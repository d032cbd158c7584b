"""Limits the rounded book holds only within its rounding tolerance, said in words.

Orders in whole lots move every limited quantity a little; the rounded book is held to each limit
plus a documented rounding tolerance (docs/construction.md, "Rounding to lots": 1 bp of NAV for
weights, 0.01 pp a year for risk, 0.001 for exposures and beta). A figure past its limit by less
than that tolerance — turnover 25.01% against a cap of 25% — holds, and a trader reading it must be
told so rather than left to think the limit is broken. The numbers are never changed.
"""

from __future__ import annotations

from typing import Any

import numpy as np
import pandas as pd

#: Columns of :func:`within_tolerance`.
COLUMNS = ["kind", "value", "lower", "upper", "breach", "tolerance"]


def within_tolerance(subject: Any) -> pd.DataFrame | None:
    """The limits the rounded book passes only within their rounding tolerance.

    A row of the trade list's verification whose value lies past its limit by more than the
    optimizer's own verification tolerance, max(1e-7, 1e-6·|limit|), and still passes (it is within
    max(that, the rounding tolerance of its kind)). Index ``limit``; columns kind, value, lower, upper,
    breach (how far past, in the limit's unit), tolerance. None without a trade list in shares.
    """
    trade_list = getattr(subject, "trade_list", None)
    table = getattr(trade_list, "verification", None)
    if not isinstance(table, pd.DataFrame) or not {"name", "breach", "tolerance", "ok"} <= set(table.columns):
        return None
    lower = pd.to_numeric(table["lower"], errors="coerce")
    upper = pd.to_numeric(table["upper"], errors="coerce")
    value = pd.to_numeric(table["value"], errors="coerce")
    nearer = np.where(value.to_numpy() > upper.fillna(np.inf).to_numpy(), upper, lower)
    verify_tol = np.maximum(1e-7, 1e-6 * np.abs(np.nan_to_num(nearer.astype(float))))
    breach = pd.to_numeric(table["breach"], errors="coerce").fillna(0.0)
    soft = table["soft"].fillna(False).astype(bool) if "soft" in table.columns else False
    keep = table["ok"].astype(bool) & (breach.to_numpy() > verify_tol) & ~soft
    out = table.loc[keep, ["name", *COLUMNS]].copy()
    out.index = pd.Index(out.pop("name").astype(str), name="limit")
    return out


def in_percent(kind: str) -> bool:
    """A limit whose value is a fraction of NAV or an annualised volatility (shown in %); exposures
    and beta are plain numbers."""
    return not ("exposure" in kind or "beta" in kind)


def tolerance_text(kind: str, tolerance: float) -> str:
    """The rounding tolerance in the limit's unit: "0.01 pp" for weights and risk, "0.001" otherwise."""
    return f"{100 * tolerance:.2g} pp" if in_percent(kind) else f"{tolerance:.2g}"


def status_text(kind: str, tolerance: float) -> str:
    """The limits table's check of such a row: ``ok (within rounding tolerance 0.01 pp)``."""
    return f"ok (within rounding tolerance {tolerance_text(kind, tolerance)})"


def tolerance_lines(rows: pd.DataFrame | None) -> list[str]:
    """One sentence per such limit whose value, as printed, reads past its limit (25.01% against
    25.00%), for the terminal and under the report's figures; the limits table marks every such row."""
    if rows is None or rows.empty:
        return []
    lines = []
    for name, row in rows.iterrows():
        kind = str(row["kind"])
        upper_side = np.isfinite(row["upper"]) and row["value"] > row["upper"]
        bound = row["upper"] if upper_side else row["lower"]
        word = "maximum" if upper_side else "minimum"
        pct = in_percent(kind)
        value, limit = (f"{100 * row['value']:.2f}%", f"{100 * bound:.2f}%") if pct else (f"{row['value']:.4g}", f"{bound:.4g}")
        if value == limit:  # past it only in digits nobody reads: the limits table says so
            continue
        past = f"{100 * row['breach']:.3f} pp" if pct else f"{row['breach']:.2g}"
        lines.append(
            f"{name} is {value} against a {word} of {limit}: {past} past it, within the "
            f"{tolerance_text(kind, float(row['tolerance']))} rounding tolerance for orders in whole lots, so the "
            "rounded book holds this limit (docs/construction.md, \"Rounding to lots\")."
        )
    return lines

◇ ◇ ◇ ◇

**WHAT IS BEING ASKED:** Copy out, from the listing above, every line that contains the word "holds".

**OUTPUT FOR THIS TASK:**
"""Limits the rounded book holds only within its rounding tolerance, said in words.
than that tolerance — turnover 25.01% against a cap of 25% — holds, and a trader reading it must be
            "rounded book holds this limit (docs/construction.md, \"Rounding to lots\")."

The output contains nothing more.